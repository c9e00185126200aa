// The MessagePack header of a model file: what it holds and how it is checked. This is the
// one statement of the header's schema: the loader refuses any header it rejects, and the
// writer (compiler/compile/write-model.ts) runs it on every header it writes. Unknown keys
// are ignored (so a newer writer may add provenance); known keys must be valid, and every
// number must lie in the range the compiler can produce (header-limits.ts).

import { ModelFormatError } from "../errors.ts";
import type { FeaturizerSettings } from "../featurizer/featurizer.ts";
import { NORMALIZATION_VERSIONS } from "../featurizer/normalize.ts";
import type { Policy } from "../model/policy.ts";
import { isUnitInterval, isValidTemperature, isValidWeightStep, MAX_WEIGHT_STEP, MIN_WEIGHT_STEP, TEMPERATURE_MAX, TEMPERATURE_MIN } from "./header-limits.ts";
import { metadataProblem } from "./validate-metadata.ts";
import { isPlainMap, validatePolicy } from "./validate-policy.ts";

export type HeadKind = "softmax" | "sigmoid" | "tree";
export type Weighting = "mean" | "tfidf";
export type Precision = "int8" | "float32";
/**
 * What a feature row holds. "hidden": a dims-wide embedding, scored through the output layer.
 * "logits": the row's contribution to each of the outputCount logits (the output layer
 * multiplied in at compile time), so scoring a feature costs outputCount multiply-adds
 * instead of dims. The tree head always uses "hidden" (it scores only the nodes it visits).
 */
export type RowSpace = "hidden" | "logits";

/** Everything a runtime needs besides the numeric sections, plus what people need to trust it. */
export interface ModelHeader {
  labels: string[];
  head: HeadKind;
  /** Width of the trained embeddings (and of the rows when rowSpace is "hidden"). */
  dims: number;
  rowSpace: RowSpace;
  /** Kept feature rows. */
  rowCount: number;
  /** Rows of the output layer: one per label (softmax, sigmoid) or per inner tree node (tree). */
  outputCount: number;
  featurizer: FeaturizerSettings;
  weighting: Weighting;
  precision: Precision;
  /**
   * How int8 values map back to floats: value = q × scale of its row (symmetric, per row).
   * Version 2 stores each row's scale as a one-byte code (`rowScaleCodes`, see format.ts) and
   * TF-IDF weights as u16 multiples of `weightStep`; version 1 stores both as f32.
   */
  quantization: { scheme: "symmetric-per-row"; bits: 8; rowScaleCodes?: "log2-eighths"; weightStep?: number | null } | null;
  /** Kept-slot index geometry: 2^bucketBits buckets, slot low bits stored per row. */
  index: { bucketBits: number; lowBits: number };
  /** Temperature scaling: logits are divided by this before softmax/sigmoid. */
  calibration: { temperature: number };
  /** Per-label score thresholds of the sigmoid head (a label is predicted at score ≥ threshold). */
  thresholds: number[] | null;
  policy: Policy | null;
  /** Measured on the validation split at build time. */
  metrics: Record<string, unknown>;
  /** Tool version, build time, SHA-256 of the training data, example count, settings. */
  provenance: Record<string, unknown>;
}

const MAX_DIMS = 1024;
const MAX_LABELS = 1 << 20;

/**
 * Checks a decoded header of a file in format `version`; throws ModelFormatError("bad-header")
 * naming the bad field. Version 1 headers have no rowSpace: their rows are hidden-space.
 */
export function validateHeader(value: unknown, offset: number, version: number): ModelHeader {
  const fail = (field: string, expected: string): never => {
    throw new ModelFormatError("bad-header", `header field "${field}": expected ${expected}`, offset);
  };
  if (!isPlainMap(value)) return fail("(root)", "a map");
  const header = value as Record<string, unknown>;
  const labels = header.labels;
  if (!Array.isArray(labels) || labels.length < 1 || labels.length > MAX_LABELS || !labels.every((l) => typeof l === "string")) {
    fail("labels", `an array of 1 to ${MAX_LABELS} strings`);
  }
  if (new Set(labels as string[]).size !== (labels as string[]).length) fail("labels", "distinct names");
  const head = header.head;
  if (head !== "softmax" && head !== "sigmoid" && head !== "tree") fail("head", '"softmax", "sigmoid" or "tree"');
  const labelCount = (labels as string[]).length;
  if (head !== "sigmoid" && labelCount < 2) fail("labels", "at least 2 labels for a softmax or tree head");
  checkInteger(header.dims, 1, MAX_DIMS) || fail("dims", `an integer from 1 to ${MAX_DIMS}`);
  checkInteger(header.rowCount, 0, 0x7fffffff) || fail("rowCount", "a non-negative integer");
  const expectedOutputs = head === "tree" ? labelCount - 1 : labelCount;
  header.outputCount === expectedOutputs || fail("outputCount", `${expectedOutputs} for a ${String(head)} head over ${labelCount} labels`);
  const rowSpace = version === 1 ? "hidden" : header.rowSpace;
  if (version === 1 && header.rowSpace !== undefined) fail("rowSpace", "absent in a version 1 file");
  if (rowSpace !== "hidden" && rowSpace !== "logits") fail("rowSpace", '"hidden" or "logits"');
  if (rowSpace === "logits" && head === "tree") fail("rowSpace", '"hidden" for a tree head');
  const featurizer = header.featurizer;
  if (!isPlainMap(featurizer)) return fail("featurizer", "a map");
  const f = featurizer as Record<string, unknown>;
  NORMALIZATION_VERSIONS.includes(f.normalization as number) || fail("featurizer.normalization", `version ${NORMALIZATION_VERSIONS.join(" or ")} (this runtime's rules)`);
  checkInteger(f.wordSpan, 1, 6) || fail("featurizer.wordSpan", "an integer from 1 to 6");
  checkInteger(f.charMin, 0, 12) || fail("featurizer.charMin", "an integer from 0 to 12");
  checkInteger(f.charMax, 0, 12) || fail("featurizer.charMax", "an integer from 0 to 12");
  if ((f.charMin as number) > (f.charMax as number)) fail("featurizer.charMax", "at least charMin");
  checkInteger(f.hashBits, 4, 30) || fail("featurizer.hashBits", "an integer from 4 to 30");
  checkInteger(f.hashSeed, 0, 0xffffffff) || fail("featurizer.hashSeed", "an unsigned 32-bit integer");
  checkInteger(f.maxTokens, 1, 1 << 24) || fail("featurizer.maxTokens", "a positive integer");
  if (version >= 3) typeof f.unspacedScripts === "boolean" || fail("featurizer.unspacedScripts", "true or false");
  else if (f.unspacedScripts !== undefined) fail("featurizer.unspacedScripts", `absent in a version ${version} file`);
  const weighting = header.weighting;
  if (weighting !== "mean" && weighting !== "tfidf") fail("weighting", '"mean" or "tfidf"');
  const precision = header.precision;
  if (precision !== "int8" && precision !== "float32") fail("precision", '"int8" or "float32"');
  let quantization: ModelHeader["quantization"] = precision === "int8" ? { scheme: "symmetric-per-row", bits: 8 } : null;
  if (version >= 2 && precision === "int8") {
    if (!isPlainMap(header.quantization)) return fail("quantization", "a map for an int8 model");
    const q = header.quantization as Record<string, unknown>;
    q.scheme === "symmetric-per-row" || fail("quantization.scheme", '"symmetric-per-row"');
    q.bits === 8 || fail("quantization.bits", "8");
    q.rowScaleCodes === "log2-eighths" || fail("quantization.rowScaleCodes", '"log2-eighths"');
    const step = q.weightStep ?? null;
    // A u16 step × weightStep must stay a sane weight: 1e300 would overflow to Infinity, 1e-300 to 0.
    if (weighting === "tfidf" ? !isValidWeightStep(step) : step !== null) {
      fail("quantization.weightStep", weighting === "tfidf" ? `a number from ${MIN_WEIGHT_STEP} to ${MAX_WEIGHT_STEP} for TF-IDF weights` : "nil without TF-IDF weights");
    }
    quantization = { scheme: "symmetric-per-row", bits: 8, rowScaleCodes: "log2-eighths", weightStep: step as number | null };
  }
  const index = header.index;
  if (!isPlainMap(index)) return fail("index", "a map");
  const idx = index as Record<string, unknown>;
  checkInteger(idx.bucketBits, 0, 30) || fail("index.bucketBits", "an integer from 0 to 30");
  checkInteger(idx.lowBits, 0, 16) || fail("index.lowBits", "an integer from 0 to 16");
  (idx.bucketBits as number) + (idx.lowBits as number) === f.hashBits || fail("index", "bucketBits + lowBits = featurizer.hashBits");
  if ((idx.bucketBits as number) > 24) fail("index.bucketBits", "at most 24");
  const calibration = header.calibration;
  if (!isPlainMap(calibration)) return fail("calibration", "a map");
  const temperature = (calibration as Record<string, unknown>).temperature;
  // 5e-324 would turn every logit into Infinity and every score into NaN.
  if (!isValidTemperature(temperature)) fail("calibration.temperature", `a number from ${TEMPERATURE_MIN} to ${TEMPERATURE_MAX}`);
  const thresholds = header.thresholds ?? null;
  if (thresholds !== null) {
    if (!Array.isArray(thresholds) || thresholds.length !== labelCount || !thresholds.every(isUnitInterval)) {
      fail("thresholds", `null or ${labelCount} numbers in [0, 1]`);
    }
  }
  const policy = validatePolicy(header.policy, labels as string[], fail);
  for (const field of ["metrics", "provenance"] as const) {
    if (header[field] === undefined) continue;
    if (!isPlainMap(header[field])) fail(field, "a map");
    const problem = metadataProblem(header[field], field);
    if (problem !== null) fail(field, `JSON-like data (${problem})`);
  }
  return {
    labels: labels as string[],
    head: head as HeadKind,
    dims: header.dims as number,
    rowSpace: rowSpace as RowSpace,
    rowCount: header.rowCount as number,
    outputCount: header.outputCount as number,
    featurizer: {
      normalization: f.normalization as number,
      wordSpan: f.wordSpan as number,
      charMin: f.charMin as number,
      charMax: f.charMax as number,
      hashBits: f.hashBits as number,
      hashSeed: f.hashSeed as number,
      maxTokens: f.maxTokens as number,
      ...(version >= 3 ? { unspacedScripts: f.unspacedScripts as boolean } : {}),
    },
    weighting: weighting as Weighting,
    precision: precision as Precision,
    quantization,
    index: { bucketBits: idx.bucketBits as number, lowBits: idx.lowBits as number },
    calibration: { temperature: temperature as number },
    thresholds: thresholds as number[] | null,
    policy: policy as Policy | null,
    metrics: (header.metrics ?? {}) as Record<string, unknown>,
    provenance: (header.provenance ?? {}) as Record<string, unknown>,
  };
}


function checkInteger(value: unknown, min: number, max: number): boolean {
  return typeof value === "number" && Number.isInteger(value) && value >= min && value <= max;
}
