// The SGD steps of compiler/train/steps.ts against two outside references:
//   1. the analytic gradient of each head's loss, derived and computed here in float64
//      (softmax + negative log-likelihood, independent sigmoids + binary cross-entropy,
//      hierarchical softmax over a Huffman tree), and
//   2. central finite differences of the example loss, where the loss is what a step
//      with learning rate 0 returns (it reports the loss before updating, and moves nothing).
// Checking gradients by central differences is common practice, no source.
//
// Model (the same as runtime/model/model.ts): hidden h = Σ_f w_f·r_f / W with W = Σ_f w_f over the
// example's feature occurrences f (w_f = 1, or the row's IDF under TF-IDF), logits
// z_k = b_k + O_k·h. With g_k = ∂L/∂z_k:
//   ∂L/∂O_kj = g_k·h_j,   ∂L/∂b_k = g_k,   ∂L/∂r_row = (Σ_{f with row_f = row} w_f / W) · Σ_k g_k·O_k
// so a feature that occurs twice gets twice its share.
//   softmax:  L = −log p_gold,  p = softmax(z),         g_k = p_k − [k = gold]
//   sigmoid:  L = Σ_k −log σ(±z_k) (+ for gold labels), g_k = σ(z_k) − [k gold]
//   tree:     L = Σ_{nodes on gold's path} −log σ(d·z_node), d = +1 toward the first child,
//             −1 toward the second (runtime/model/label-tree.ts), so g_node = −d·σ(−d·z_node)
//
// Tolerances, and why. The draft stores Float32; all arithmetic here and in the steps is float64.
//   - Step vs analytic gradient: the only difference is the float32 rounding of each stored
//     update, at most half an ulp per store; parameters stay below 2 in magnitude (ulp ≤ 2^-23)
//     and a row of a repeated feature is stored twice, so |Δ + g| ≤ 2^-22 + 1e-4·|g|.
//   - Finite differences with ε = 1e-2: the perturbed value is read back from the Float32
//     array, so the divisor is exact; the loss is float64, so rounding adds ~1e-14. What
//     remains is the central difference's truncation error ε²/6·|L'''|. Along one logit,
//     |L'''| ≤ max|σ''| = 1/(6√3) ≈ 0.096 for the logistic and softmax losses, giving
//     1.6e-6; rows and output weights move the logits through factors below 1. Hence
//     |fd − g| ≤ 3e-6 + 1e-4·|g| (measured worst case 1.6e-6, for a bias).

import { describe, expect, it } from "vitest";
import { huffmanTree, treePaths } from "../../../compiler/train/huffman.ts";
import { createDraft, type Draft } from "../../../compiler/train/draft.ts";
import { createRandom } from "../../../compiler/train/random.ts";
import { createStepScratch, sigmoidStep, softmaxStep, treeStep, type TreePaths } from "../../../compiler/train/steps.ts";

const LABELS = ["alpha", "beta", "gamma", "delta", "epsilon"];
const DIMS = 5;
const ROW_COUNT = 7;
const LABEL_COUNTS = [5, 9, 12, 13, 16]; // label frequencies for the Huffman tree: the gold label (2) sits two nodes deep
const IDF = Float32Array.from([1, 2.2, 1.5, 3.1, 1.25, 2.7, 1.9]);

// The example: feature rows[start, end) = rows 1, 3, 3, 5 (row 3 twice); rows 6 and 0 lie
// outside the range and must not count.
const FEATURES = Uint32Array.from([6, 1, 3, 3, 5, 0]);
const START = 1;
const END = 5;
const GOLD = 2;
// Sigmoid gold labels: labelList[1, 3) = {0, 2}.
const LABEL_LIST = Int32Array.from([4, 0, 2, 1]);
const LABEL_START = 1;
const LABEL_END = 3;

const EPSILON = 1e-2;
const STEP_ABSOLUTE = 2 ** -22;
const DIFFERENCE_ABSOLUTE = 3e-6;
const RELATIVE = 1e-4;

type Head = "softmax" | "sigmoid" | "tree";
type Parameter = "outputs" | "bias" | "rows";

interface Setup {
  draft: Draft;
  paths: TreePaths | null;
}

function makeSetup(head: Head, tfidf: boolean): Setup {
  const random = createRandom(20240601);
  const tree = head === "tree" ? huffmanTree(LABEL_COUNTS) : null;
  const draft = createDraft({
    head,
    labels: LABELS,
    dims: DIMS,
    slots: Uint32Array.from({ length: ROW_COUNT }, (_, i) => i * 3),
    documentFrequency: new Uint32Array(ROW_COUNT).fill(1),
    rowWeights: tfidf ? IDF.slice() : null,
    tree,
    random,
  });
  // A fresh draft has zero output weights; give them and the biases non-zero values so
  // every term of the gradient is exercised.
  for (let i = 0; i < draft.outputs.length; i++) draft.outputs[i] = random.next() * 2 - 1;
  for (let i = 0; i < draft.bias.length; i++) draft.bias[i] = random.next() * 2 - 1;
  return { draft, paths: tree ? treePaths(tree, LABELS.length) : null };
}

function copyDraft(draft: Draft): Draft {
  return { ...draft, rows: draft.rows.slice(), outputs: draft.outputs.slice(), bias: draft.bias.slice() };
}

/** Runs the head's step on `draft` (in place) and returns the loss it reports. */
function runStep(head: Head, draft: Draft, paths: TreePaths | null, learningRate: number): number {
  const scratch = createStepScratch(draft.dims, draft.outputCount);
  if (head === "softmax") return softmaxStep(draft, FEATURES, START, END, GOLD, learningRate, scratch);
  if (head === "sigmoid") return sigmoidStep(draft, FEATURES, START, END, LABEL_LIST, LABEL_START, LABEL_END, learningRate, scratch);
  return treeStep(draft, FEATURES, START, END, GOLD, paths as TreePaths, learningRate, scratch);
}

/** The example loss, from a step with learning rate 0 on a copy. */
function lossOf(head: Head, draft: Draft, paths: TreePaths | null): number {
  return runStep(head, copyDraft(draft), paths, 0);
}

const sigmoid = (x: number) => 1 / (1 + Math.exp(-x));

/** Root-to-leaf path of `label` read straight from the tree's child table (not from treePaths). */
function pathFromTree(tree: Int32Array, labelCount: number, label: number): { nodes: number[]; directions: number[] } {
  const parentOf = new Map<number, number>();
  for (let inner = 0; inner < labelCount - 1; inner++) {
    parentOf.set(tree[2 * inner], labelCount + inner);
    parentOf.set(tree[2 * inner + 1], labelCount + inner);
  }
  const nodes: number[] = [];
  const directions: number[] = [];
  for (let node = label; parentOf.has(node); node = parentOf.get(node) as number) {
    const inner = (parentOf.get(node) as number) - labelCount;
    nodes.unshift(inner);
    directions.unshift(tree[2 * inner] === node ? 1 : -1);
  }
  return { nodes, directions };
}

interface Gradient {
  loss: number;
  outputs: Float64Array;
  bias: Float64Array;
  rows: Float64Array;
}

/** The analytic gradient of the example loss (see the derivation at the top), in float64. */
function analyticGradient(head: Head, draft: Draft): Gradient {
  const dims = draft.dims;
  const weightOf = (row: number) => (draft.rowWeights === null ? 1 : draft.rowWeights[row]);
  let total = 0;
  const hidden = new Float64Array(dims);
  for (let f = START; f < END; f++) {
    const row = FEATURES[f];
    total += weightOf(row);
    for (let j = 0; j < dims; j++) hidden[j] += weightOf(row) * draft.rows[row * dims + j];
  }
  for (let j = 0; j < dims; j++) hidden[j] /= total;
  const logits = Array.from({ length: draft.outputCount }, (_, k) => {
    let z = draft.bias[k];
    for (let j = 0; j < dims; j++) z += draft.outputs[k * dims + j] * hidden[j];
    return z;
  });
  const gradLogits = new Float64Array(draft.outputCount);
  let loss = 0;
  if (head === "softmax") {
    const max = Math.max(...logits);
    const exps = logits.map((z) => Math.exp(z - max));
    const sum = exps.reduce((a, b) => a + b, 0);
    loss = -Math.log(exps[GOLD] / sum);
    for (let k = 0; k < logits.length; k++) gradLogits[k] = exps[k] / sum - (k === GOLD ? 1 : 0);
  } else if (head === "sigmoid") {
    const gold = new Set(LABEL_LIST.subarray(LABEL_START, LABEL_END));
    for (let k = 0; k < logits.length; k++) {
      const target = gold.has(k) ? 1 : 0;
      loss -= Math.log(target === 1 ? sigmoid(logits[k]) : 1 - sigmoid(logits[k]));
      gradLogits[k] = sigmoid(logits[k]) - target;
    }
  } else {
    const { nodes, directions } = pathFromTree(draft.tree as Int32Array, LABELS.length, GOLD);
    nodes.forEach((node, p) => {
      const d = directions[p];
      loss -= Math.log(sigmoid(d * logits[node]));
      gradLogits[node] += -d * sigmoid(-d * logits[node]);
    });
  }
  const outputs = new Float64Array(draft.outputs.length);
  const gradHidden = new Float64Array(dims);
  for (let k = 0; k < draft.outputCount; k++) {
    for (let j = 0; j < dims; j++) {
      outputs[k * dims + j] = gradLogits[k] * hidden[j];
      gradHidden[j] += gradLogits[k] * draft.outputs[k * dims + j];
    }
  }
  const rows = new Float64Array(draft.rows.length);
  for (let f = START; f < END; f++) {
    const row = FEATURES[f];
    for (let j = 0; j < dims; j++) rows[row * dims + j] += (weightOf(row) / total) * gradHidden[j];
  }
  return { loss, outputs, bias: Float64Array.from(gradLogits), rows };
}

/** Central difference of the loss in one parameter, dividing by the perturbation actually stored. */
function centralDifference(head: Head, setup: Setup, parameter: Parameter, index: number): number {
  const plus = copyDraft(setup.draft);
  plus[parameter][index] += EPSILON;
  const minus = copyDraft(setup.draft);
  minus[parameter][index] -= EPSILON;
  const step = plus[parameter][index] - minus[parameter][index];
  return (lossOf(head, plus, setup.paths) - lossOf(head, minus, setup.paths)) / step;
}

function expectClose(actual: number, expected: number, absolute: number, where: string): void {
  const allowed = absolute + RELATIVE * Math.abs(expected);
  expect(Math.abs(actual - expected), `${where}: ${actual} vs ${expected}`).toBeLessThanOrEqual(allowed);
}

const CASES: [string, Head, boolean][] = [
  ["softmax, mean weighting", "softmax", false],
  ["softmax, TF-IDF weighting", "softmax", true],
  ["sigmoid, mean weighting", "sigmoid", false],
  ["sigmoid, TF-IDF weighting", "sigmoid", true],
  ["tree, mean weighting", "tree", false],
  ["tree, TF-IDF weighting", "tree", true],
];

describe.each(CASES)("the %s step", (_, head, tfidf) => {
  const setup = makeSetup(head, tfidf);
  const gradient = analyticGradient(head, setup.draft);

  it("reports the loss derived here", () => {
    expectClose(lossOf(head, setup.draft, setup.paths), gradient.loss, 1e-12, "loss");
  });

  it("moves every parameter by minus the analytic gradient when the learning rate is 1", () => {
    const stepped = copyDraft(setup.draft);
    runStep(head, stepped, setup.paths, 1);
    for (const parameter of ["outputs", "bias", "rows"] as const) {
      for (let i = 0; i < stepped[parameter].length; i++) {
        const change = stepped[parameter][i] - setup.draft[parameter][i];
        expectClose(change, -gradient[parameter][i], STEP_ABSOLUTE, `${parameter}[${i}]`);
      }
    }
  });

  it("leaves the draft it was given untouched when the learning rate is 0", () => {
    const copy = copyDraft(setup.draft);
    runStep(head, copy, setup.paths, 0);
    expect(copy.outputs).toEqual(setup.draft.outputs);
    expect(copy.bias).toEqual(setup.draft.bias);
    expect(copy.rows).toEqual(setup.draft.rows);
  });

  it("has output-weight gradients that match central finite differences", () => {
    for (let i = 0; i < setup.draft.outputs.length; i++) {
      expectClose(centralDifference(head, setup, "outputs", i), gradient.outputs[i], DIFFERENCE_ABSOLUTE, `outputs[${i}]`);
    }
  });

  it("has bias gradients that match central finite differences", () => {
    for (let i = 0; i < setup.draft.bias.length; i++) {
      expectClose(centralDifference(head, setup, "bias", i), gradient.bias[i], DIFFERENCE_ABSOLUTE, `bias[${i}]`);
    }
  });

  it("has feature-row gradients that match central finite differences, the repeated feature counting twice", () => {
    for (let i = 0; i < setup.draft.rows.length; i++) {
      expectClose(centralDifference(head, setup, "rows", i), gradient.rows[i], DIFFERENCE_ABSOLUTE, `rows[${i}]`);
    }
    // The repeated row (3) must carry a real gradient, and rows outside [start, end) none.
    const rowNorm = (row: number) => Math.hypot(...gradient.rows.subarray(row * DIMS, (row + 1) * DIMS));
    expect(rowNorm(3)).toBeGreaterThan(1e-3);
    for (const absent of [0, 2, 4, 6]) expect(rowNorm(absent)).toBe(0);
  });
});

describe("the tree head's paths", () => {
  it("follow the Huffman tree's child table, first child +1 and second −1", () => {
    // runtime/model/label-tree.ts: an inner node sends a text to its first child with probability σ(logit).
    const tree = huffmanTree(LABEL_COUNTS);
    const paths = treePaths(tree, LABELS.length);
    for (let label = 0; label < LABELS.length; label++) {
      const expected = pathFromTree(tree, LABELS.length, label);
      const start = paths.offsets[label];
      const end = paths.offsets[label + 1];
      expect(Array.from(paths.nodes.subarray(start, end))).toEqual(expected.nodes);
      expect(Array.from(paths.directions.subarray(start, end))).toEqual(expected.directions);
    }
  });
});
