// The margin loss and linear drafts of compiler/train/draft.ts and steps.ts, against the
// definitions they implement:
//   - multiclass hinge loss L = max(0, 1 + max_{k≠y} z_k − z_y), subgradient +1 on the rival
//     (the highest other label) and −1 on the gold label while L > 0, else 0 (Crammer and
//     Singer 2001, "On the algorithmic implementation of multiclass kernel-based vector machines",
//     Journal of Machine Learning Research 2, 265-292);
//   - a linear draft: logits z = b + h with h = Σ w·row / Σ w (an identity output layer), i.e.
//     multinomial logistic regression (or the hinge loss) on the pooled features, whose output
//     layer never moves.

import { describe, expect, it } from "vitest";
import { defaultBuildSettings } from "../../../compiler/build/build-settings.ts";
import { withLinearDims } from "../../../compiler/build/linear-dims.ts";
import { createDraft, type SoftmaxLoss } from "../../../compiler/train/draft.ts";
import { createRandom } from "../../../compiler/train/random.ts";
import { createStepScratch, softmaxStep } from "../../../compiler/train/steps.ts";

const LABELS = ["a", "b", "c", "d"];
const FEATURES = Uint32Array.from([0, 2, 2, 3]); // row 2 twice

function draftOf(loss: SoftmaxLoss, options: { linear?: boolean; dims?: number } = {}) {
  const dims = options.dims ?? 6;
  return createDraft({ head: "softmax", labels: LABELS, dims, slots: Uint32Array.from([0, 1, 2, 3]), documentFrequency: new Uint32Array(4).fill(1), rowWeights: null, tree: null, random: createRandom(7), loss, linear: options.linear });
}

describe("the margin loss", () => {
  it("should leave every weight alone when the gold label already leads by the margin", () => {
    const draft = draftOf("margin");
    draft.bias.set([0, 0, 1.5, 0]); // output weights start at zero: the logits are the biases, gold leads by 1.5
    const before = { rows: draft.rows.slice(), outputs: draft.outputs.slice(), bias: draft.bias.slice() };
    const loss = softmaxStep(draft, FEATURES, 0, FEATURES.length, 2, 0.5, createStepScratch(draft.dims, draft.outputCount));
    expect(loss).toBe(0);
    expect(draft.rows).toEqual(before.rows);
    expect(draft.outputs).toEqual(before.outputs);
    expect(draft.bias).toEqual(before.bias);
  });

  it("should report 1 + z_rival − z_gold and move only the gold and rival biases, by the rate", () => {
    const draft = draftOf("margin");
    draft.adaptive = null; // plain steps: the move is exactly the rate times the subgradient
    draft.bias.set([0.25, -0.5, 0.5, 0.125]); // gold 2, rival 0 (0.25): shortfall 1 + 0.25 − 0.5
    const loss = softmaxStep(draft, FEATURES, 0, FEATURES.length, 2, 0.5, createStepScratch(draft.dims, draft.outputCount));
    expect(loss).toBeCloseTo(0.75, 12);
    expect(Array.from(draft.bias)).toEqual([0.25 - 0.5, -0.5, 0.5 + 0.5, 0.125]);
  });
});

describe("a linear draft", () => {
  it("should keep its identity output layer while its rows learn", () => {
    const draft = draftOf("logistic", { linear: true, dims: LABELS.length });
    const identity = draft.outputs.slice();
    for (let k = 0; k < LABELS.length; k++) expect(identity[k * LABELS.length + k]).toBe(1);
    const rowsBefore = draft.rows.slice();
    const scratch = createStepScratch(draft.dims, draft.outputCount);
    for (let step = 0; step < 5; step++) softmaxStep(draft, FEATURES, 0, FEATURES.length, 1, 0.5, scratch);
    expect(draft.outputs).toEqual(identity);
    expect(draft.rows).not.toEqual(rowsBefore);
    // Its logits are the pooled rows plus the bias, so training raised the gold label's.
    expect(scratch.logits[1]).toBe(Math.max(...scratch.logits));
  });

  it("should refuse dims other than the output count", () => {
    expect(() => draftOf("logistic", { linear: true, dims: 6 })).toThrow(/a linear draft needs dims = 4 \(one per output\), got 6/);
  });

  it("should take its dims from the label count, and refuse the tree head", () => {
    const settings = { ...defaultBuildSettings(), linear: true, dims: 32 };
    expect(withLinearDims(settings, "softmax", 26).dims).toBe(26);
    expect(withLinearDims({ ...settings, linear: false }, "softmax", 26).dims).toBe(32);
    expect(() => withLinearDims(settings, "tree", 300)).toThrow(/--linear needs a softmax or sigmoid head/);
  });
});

▸ **Work request**: Count the lines in the entries above that hold the string "FeaturizerSettings", and give that count without any other text.

▸ **Answer to the problem**: 2